§ **Data for processing**:
// SPDX-License-Identifier: MIT
#include "montecarlo/sensitivity/exchange.hpp"

#include "core/friction/factor.hpp"
#include "montecarlo/sensitivity/shares.hpp"
#include "tests/core/base/csv.hpp"

#include <gtest/gtest.h>

#include <fmt/format.h>
#include <cmath>
#include <functional>
#include <limits>
#include <map>
#include <numbers>
#include <sstream>
#include <string>

namespace headband::montecarlo {
namespace {

using Function = std::function<double(const std::vector<double>&)>;

network::Case case_of(std::size_t unknowns) {
  network::Case c;
  for (std::size_t i = 0; i < unknowns; ++i) {
    c.unknowns.push_back({.name = fmt::format("x{}", i + 1), .path = {}, .place = {}, .random = true});
  }
  return c;
}

using BlockOf = std::function<void(long long, network::Scores<8>&)>;

std::vector<double> evaluate(const Function& f, long long n, std::size_t unknowns, const BlockOf& block) {
  std::vector<double> y;
  network::Scores<8> scores;
  std::vector<double> x(unknowns);
  for (long long first = 0; first < n; first += 8) {
    block(first, scores);
    for (int lane = 0; lane < 8; ++lane) {
      for (std::size_t u = 0; u < unknowns; ++u) x[u] = scores[u][lane];
      y.push_back(f(x));
    }
  }
  return y;
}

struct Shares {
  std::vector<double> first, total;
  double mean = 0.0, variance = 0.0;
};

Shares shares_of(const network::Case& c, const Function& f, long long n) {
  const Sampler sampler(c, network::Design::sobol, 1, n), twin = sampler.twin();
  const Exchanger exchanger(sampler, twin);
  const std::size_t d = c.unknowns.size();
  const auto one = evaluate(f, n, d, [&](long long i, network::Scores<8>& s) { sampler.block(i, s); });
  const auto other = evaluate(f, n, d, [&](long long i, network::Scores<8>& s) { twin.block(i, s); });
  Shares shares;
  for (const double y : one) shares.mean += y / static_cast<double>(n);
  shares.variance = variance_of(one);
  for (std::size_t u = 0; u < d; ++u) {
    const auto company = evaluate(
        f, n, d, [&](long long i, network::Scores<8>& s) { exchanger.block(i, u, Exchange::with_its_company, s); });
    const auto alone =
        evaluate(f, n, d, [&](long long i, network::Scores<8>& s) { exchanger.block(i, u, Exchange::alone, s); });
    shares.first.push_back(first_share(other, company));
    shares.total.push_back(total_share(one, alone));
  }
  return shares;
}

/// a=7 b=0.1 and a=0 1 4.5 … of the reference file.
std::map<std::string, std::vector<double>> parameters(const std::string& text) {
  std::map<std::string, std::vector<double>> all;
  std::istringstream words(text);
  std::string word, name;
  while (words >> word) {
    if (const auto at = word.find('='); at != std::string::npos) {
      name = word.substr(0, at);
      word = word.substr(at + 1);
    }
    all[name].push_back(std::stod(word));
  }
  return all;
}

struct Known {
  std::size_t unknowns = 0;
  Function f;
};

Known known(const std::string& name, const std::string& text) {
  auto p = parameters(text);
  if (name.starts_with("Ishigami")) {
    const double a = p["a"][0], b = p["b"][0];
    return {3, [a, b](const std::vector<double>& u) {
              const auto x = [&](std::size_t i) { return std::numbers::pi * (2.0 * u[i] - 1.0); };
              return std::sin(x(0)) + a * std::sin(x(1)) * std::sin(x(1)) + b * std::pow(x(2), 4.0) * std::sin(x(0));
            }};
  }
  if (name.starts_with("Sobol' G")) {
    const auto a = p["a"];
    return {a.size(), [a](const std::vector<double>& u) {
              double product = 1.0;
              for (std::size_t i = 0; i < a.size(); ++i) product *= (std::fabs(4.0 * u[i] - 2.0) + a[i]) / (1.0 + a[i]);
              return product;
            }};
  }
  const auto normal = [](double u) { return base::normal_quantile(base::Lanes<1>(u)).number; };
  const bool linear = name.starts_with("linear sum");
  if (linear || name.starts_with("product")) {
    const auto m = linear ? std::vector<double>{0.0, 0.0, 0.0} : p["m"];
    const auto c = linear ? p["c"] : std::vector<double>{1.0, 1.0, 1.0};
    const auto sd = p["s"];
    return {3, [=](const std::vector<double>& u) {
              double sum = 0.0, product = 1.0;
              for (std::size_t i = 0; i < 3; ++i) {
                sum += c[i] * sd[i] * normal(u[i]);
                product *= m[i] + sd[i] * normal(u[i]);
              }
              return linear ? sum : product;
            }};
  }
  return {};
}

TEST(Sensitivity, SharesMatchAnalyticFunctions) {
  std::map<std::string, Shares> done;
  int checked = 0;
  for (const auto& row : test::reference_rows("uq_sensitivity_analytic.csv")) {
    const Known k = known(row[0], row[1]);
    if (k.unknowns == 0) continue;
    const std::string id = row[0] + row[1];
    if (!done.contains(id)) done[id] = shares_of(case_of(k.unknowns), k.f, 1 << 14);
    const Shares& s = done[id];
    const std::string& what = row[2];
    const double expected = std::stod(row[3]);
    double seen = std::numeric_limits<double>::quiet_NaN();
    if (what == "mean") {
      EXPECT_NEAR(s.mean, expected, 0.01 * std::fabs(expected));
    } else if (what == "variance") {
      EXPECT_NEAR(s.variance, expected, 0.01 * expected);
    } else {
      const bool total = what.starts_with("ST");
      const std::string index = what.substr(total ? 2 : 1);
      if (index.size() != 1) continue;  // shares of pairs are not computed
      seen = (total ? s.total : s.first)[static_cast<std::size_t>(index[0] - '1')];
      EXPECT_NEAR(seen, expected, 0.01) << row[0] << " " << what;
    }
    ++checked;
  }
  EXPECT_EQ(checked, 46);
}

/// The reference pressure drop: the indices of its three inputs at the budget's 4096 draws.
TEST(Sensitivity, SharesOfTheReferencePressureDrop) {
  const double density = 998.2, bore = 0.254, flow = 0.075, length = 1850.0;
  const double log_sd = std::sqrt(std::log1p(0.01));
  const double speed = flow / (std::numbers::pi * bore * bore / 4.0);
  const Function drop = [&](const std::vector<double>& u) {
    const auto z = [&](std::size_t i) { return base::normal_quantile(base::Lanes<1>(u[i])).number; };
    const double roughness = 4.6e-5 / std::sqrt(1.01) * std::exp(log_sd * z(0));
    const double viscosity = 0.0010016 / std::sqrt(1.01) * std::exp(log_sd * z(1));
    friction::FactorRule<1> rule;
    rule.law = {friction::FrictionLaw::colebrook_white};
    rule.relative_roughness = roughness / bore;
    const double f = friction::darcy_factor<1>(rule, base::Lanes<1>(density * speed * bore / viscosity)).factor.number;
    return (1.0 + 0.05 * z(2)) * f * length / bore * density * speed * speed / 2.0;
  };
  const Shares s = shares_of(case_of(3), drop, 4096);
  std::map<std::string, double> expected;
  for (const auto& row : test::reference_rows("montecarlo_pressure_drop_results.csv"))
    expected[row[1]] = std::stod(row[3]);
  const char* names[] = {"roughness", "viscosity", "correlation"};
  for (std::size_t i = 0; i < 3; ++i) {
    EXPECT_NEAR(s.first[i], expected.at(fmt::format("S_{}", names[i])), 0.01);
    EXPECT_NEAR(s.total[i], expected.at(fmt::format("ST_{}", names[i])), 0.01);
  }
  EXPECT_NEAR(s.mean, expected.at("mean"), 4.0 * 6512.24 / 64.0);
  EXPECT_NEAR(std::sqrt(s.variance), expected.at("sd"), 4.0 * 4608.55 / 64.0);
}

/// A linear function of correlated normals (closed form): y = z1 + z2 + z3, correlation rho of the first two.
TEST(Sensitivity, CorrelatedInputsAreNotCountedTwice) {
  auto c = case_of(3);
  const double rho = 0.8;
  c.together.push_back({.first = "x1", .second = "x2", .rank_correlation = rank_correlation(rho), .place = {}});
  const Function sum = [](const std::vector<double>& u) {
    double y = 0.0;
    for (const double x : u) y += base::normal_quantile(base::Lanes<1>(x)).number;
    return y;
  };
  const Shares s = shares_of(c, sum, 1 << 14);
  const double variance = 3.0 + 2.0 * rho;
  EXPECT_NEAR(s.variance, variance, 0.01 * variance);
  // E[y | z1] = (1 + rho) z1; Var(y | z2, z3) = 1 - rho^2
  EXPECT_NEAR(s.first[0], (1.0 + rho) * (1.0 + rho) / variance, 0.01);
  EXPECT_NEAR(s.first[1], (1.0 + rho) * (1.0 + rho) / variance, 0.01);
  EXPECT_NEAR(s.first[2], 1.0 / variance, 0.01);
  EXPECT_NEAR(s.total[0], (1.0 - rho * rho) / variance, 0.01);
  EXPECT_NEAR(s.total[2], 1.0 / variance, 0.01);
}

/// Exchanged scores keep their even margins and their correlation, whichever way.
TEST(Sensitivity, ExchangeKeepsTheDistribution) {
  auto c = case_of(3);
  c.together.push_back({.first = "x1", .second = "x2", .rank_correlation = 0.6, .place = {}});
  c.together.push_back({.first = "x2", .second = "x3", .rank_correlation = -0.4, .place = {}});
  const Sampler sampler(c, network::Design::sobol, 1, 1 << 14), twin = sampler.twin();
  const Exchanger exchanger(sampler, twin);
  for (const auto way : {Exchange::with_its_company, Exchange::alone}) {
    double sum = 0.0, squares = 0.0, product = 0.0;
    network::Scores<8> scores;
    for (long long first = 0; first < (1 << 14); first += 8) {
      exchanger.block(first, 1, way, scores);
      for (int lane = 0; lane < 8; ++lane) {
        const double a = base::normal_quantile(base::Lanes<1>(scores[0][lane])).number;
        const double b = base::normal_quantile(base::Lanes<1>(scores[1][lane])).number;
        sum += b;
        squares += b * b;
        product += a * b;
      }
    }
    const double n = 1 << 14;
    EXPECT_NEAR(sum / n, 0.0, 4.0 / std::sqrt(n));
    EXPECT_NEAR(squares / n, 1.0, 4.0 * std::sqrt(2.0 / n));
    EXPECT_NEAR(product / n, copula_correlation(0.6), 4.0 * std::sqrt(2.0 / n));
  }
}

}  // namespace
}  // namespace headband::montecarlo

§ **Work request**: Return only the count of lines in the records that hold the word "what".

§ **Exercise solution**: 6